Veracity Is Still Struggling To Support Integrated Information Products – We Need To Learn From These Challenges To Move To Knowledge Products

The issue addressed by this post is that various geospatial feature classes are typically managed in silos. Furthermore, these silos can cause permanent and major data veracity issues (Known as uncertain or imprecise data as shown in the figure below).

The issues that silos cause are in projection, granularity, level of detail, provenance, intended use vs. requested use, and many more when attempting to integrate the data to answer knowledge questions. For instance, geospatial data used by inventory and asset management systems have become reference data for other major datasets. However in such a case these data will typically not have the accuracy and data quality to support the modeling, simulation, accurate mapping, and artificial intelligence rules required to provide strong confidence in its use.

Xentity has been architecting in the government space for over 45 data programs supporting multiple national, agency, state, and local geospatial programs. In doing so, Xentity has developed architecture methods, common architectural patterns, and whitepapers to address designing with “knowledge first”, and then working backwards to data to establish an accurate, usable pattern.

The following statement breaks the down the needs to start with knowledge first in a Land & Resource Management (KID Paper) business focus area.

“A best practice concerning geospatial is that in order to achieve geospatial knowledge integration the data needs to be designed with the “knowledge question” first. Then, build information management production and product generation from that initial question. Finally,  align the planning and data acquisition for common reference data and end-user thematic static or streaming data to achieve the knowledge product. This approach needs to be addressed first prior to data being considered as a reliable source for cognitive processing. Most Cognitive systems are not addressing the geospatial where dimension.”

Geospatial Data Complexity Beyond XY Point Data Creates Much Broader Challenges, But Much More Value

Most data specialists are focused on content, math, language, culture and temporal analytics. However, those that are dealing with geospatial data are taking on the “point data challenge”. This approach changes however when moving to integrate disparate feature network/line data (i.e. utility, hydrographic, roads, railroad) due to issues noted above, and the cognitive rule-base issues and possibly engine processing concepts change.

The table below presents geospatial data types and their varying levels of complexity, which is formed based on the issues and concepts we have noted. You will see reference data, and static and dynamic thematic data, and how complex the data dimensions (the four v’s), an overall value of the data and types of data (line, polygonal, etc.) are for comparison. Furthermore, the hope is that this will provide insight as to why geospatial data can be such a challenge for data specialists. What you will also see is that all three types of data provide a respectable amount of value as well within the data, which is why some data specialists actually bother.

 Geospatial Data Types
 Reference Data – Static

 

(i.e. landscape topographic)

thematic data -static

 

(i.e. specific agency mission data)

thematic data -dynamic

 

(i.e. IoT, Sensors)

Data Dimension Complexity
VolumeLowMediumHigh
VarietyLowHighMedium
VeracityMediumMediumHigh
VelocityLowLowHigh
ValueHighMediumMedium
 
Data Type Complexity
PointBasicBasicIntermediate
LineHighHighHigh
PolygonHighHighHigh
Raster/pixelIntermediateIntermediateIntermediate

So What?

Geospatial data is clearly more difficult when moving from point and line to polygonal data. Raster/Pixel data can vary in complexity from intermediate to high mostly due to variance in veracity. However, high quality raster data could be considered intermediate for feature extraction in real-time (for example, autonomous cars for moving object classification).

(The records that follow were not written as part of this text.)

"""Timing of the STIT forest against scikit-learn's extremely randomised trees."""

from __future__ import annotations

import os
import subprocess
import sys
import tempfile
from pathlib import Path

import numpy as np
from sklearn.ensemble import ExtraTreesRegressor

from ..forest import StitForestRegressor
from ..lift import LiftMatrix
from ._timing import best_time, best_timed, table

#: Inputs of the synthetic ridge problem; two of their directions matter.
N_INPUTS = 10


def two_index_ridge(n_train: int, n_test: int, n_inputs: int, seed: int = 0):
    """A simulated two-index ridge function of ``n_inputs`` standard normal inputs.

    ``y = sin(2 b1·x) + (b2·x)^2 / 2 + N(0, 0.1^2)`` with ``b1, b2`` an
    orthonormal pair drawn at random. Returns the training and test inputs
    and responses, and the pair as the columns of an (n_inputs, 2) basis.
    """
    generator = np.random.default_rng(seed)
    basis = np.linalg.qr(generator.standard_normal((n_inputs, 2)))[0]
    X = generator.standard_normal((n_train + n_test, n_inputs))
    index = X @ basis
    y = np.sin(2 * index[:, 0]) + index[:, 1] ** 2 / 2 + 0.1 * generator.standard_normal(len(X))
    return X[:n_train], y[:n_train], X[n_train:], y[n_train:], basis


def ridge_problem(n_train: int, n_test: int, width: int, seed: int = 0):
    """The two-index ridge function in 10 inputs and a lift of ``width`` directions around it.

    The lift puts ``width - 8`` directions in ``span(b1, b2)`` and weight
    0.05 on the 8 complement directions (:func:`two_index_ridge`).
    """
    X, y, X_test, y_test, basis = two_index_ridge(n_train, n_test, N_INPUTS, seed)
    lift = LiftMatrix.from_subspace(basis, complement_weight=0.05, n_in_subspace=width - 8)
    return X, y, X_test, y_test, lift


def benchmark_forest(n_samples: int = 20_000, width: int = 10, n_trees: int = 100,
                     n_jobs: int | None = None, n_test: int = 5_000, repeats: int = 2,
                     raw: bool = False) -> dict:
    """Fit and predict times of a fully grown STIT forest and of the reference forest.

    Both forests grow ``n_trees`` trees to full depth on the same lifted
    features of :func:`ridge_problem`: :class:`StitForestRegressor` with
    ``lifetime=np.inf`` and the lift (it lifts X itself, inside the timing),
    and scikit-learn's ``ExtraTreesRegressor(max_features=1)`` on the lifted
    columns ``lift.apply(X)`` computed beforehand; it also cuts one random
    column at a random threshold per node. With ``raw`` both grow instead on
    ``width`` raw inputs of :func:`two_index_ridge`, with no lift: columns
    that fill all their dimensions, unlike lifted columns around a
    two-dimensional subspace. Timings are the best wall-clock seconds of
    ``repeats`` runs each, taken one after the other in this process (one
    run varied by up to half from run to run).

    Returns
    -------
    dict
        Seconds, ratios (STIT over reference), test mean squared errors,
        mean leaves and node storage per tree of both forests.
    """
    if raw:
        X, y, X_test, y_test, _ = two_index_ridge(n_samples, n_test, width)
        lift, lifted, lifted_test = None, X, X_test
    else:
        X, y, X_test, y_test, lift = ridge_problem(n_samples, n_test, width)
        lifted, lifted_test = lift.apply(X), lift.apply(X_test)
    stit = StitForestRegressor(lifetime=np.inf, n_trees=n_trees, lift=lift, random_state=0,
                               n_jobs=n_jobs)
    reference = ExtraTreesRegressor(n_estimators=n_trees, max_features=1, random_state=0,
                                    n_jobs=n_jobs)
    stit_fit = best_time(lambda: stit.fit(X, y), repeats)
    reference_fit = best_time(lambda: reference.fit(lifted, y), repeats)
    stit_predict, stit_prediction = best_timed(lambda: stit.predict(X_test), repeats)
    reference_predict, reference_prediction = best_timed(
        lambda: reference.predict(lifted_test), repeats)
    reference_bytes = np.mean([
        sum(estimator.tree_.__getstate__()[key].nbytes for key in ("nodes", "values"))
        for estimator in reference.estimators_
    ])
    stit_bytes = np.mean([tree.nbytes for tree in stit.trees_])
    return {
        "n_samples": n_samples, "width": width, "inputs": "raw" if raw else "lifted",
        "n_trees": n_trees, "n_jobs": n_jobs or 1,
        "stit_fit_seconds": stit_fit, "reference_fit_seconds": reference_fit,
        "fit_ratio": stit_fit / reference_fit,
        "stit_predict_seconds": stit_predict, "reference_predict_seconds": reference_predict,
        "predict_ratio": stit_predict / reference_predict,
        "stit_test_mse": float(np.mean((stit_prediction - y_test) ** 2)),
        "reference_test_mse": float(np.mean((reference_prediction - y_test) ** 2)),
        "stit_mean_leaves": float(stit.n_leaves_.mean()),
        "reference_mean_leaves": float(np.mean([e.get_n_leaves() for e in reference.estimators_])),
        "memory_ratio": float(stit_bytes / reference_bytes),
    }


def benchmark_auto_lifetime(n_samples: int = 20_000, width: int = 10, n_trees: int = 100,
                            n_jobs: int | None = None, repeats: int = 3) -> dict:
    """Time of ``lifetime="auto"`` against fixed-lifetime fits of the same forest.

    The fixed fits are the fully grown forest (``lifetime=np.inf``, the
    most expensive fixed lifetime) and the forest at the lifetime that
    ``"auto"`` chose; each time is the best of ``repeats`` fits.
    """
    X, y, X_test, y_test, lift = ridge_problem(n_samples, 5_000, width)

    def forest(lifetime):
        return StitForestRegressor(lifetime=lifetime, n_trees=n_trees, lift=lift,
                                   random_state=0, n_jobs=n_jobs)

    auto_seconds, auto = best_timed(lambda: forest("auto").fit(X, y), repeats)
    grown_seconds, grown = best_timed(lambda: forest(np.inf).fit(X, y), repeats)
    chosen_seconds = best_time(lambda: forest(auto.lifetime_).fit(X, y), repeats)
    return {
        "n_samples": n_samples, "width": width, "n_trees": n_trees, "n_jobs": n_jobs or 1,
        "auto_seconds": auto_seconds, "grown_seconds": grown_seconds,
        "chosen_seconds": chosen_seconds,
        "auto_over_grown": auto_seconds / grown_seconds,
        "auto_over_chosen": auto_seconds / chosen_seconds,
        "auto_test_mse": float(np.mean((auto.predict(X_test) - y_test) ** 2)),
        "grown_test_mse": float(np.mean((grown.predict(X_test) - y_test) ** 2)),
    }


_FIRST_USE = """
import time
import numpy as np
from splitlift.forest import StitForestRegressor
X = np.random.default_rng(0).normal(size=(2000, 5))
y = X[:, 0]
times = []
for _ in range(2):
    started = time.perf_counter()
    StitForestRegressor(n_trees=4, random_state=0).fit(X, y).predict(X)
    StitForestRegressor(n_trees=4, extent="window", lifetime=0.2).fit(X[:50], y[:50]).predict(X)
    times.append(time.perf_counter() - started)
print(times[0] - times[1])
"""


def first_use_cost(cold: bool = True) -> dict:
    """Extra seconds of the first fit and predict in a fresh process, over the second.

    With ``cold``, one process runs on an empty numba cache (a directory of
    its own): the one-time compile cost. Then a process on a filled cache
    (that one, or the usual cache when not ``cold``) measures what every
    later fresh process pays: loading numba and the cached machine code.
    """
    package_root = str(Path(__file__).resolve().parents[2])
    environment = {**os.environ,
                   "PYTHONPATH": os.pathsep.join([package_root, os.environ.get("PYTHONPATH", "")])}

    def extra_seconds(cache: str | None) -> float:
        settings = environment if cache is None else {**environment, "NUMBA_CACHE_DIR": cache}
        run = subprocess.run([sys.executable, "-c", _FIRST_USE], capture_output=True, text=True,
                             env=settings, check=True)
        return float(run.stdout.strip().splitlines()[-1])

    if not cold:
        return {"compile_seconds": None, "cached_first_use_seconds": extra_seconds(None)}
    with tempfile.TemporaryDirectory() as cache:
        compile_seconds = extra_seconds(cache)
        return {"compile_seconds": compile_seconds,
                "cached_first_use_seconds": extra_seconds(cache)}


def run_forest_speed(quick: bool, out) -> dict:
    """The forest rows of the speed suite: tables written to ``out``, results returned."""
    sizes, widths, n_trees = ((5_000,), (10, 30), 20) if quick else ((20_000, 100_000), (10, 30),
                                                                     100)
    benchmark_forest(1_000, 10, 2)  # first use in this process (numba, caches) is timed apart
    benchmark_auto_lifetime(1_000, 10, 2)
    rows = [benchmark_forest(n, width, n_trees, n_jobs)
            for n in sizes for width in widths for n_jobs in (1, 2)]
    # and on columns that fill all their dimensions, where cells keep their points apart
    rows.append(benchmark_forest(sizes[-1], widths[-1], n_trees, 1, raw=True))
    out.write(f"\nSTIT forest (lift of the given width, fully grown) vs "
              f"ExtraTreesRegressor(max_features=1) on the same lifted columns, "
              f"{n_trees} trees; seconds, ratios STIT / ET; the raw row grows both on that "
              f"many raw normal inputs, no lift\n")
    out.write(table(rows, [
        ("n_samples", "n", "d"), ("width", "width", "d"), ("inputs", "inputs", "s"),
        ("n_jobs", "jobs", "d"),
        ("stit_fit_seconds", "STIT fit", ".2f"), ("reference_fit_seconds", "ET fit", ".2f"),
        ("fit_ratio", "fit ratio", ".2f"), ("stit_predict_seconds", "STIT pred", ".2f"),
        ("reference_predict_seconds", "ET pred", ".2f"), ("predict_ratio", "pred ratio", ".2f"),
        ("stit_test_mse", "STIT MSE", ".4f"), ("reference_test_mse", "ET MSE", ".4f"),
        ("memory_ratio", "mem/tree", ".2f")]) + "\n")
    autos = [benchmark_auto_lifetime(sizes[0], 10, n_trees, n_jobs) for n_jobs in (1, 2)]
    out.write(f"\nlifetime='auto' (grow once, score every lifetime by leave-one-out, prune), "
              f"n = {sizes[0]}, width 10, {n_trees} trees, against fixed-lifetime fits of the "
              "same forest: fully grown, and at the lifetime 'auto' chose; seconds\n")
    out.write(table(autos, [
        ("n_jobs", "jobs", "d"), ("auto_seconds", "auto", ".2f"),
        ("grown_seconds", "grown", ".2f"), ("chosen_seconds", "chosen", ".2f"),
        ("auto_over_grown", "auto/grown", ".2f"), ("auto_over_chosen", "auto/chosen", ".2f"),
        ("auto_test_mse", "auto MSE", ".4f"), ("grown_test_mse", "grown MSE", ".4f")]) + "\n")
    first_use = first_use_cost(cold=not quick)
    compiled = first_use["compile_seconds"]
    out.write("\nfirst use: " + ("" if compiled is None else
                                 f"compiling once into an empty cache {compiled:.1f} s; ")
              + f"a fresh process on the cache pays {first_use['cached_first_use_seconds']:.2f} s "
              "more for its first fit and predict than for its second\n")
    return {"rows": rows, "auto_lifetime": autos, "first_use": first_use}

These complexities remain high when considering tempo-spatial analysis both in current state comparing against future modeling or leveraging the historical data which can vary. But, they usually have quality degradation which change of limit use in knowledge or cognitive or even usual information processing.

The future will be interesting, because we will see how cognitive systems incorporate these two issues of handling the veracity issues of geospatial data and the various complexity principles noted.  So, while moving to faster batch, services, and performance architectures, you will likely be needed to support all these concepts. Also, the rules-based engine will need to understand how to handle the complexities beyond xy point data first. It is also important to remember that in spite of these complexities and difficulties, the payoff in geospatial data can be incredibly rewarding, which is why Xentity is so proud to devote ourselves to its understanding.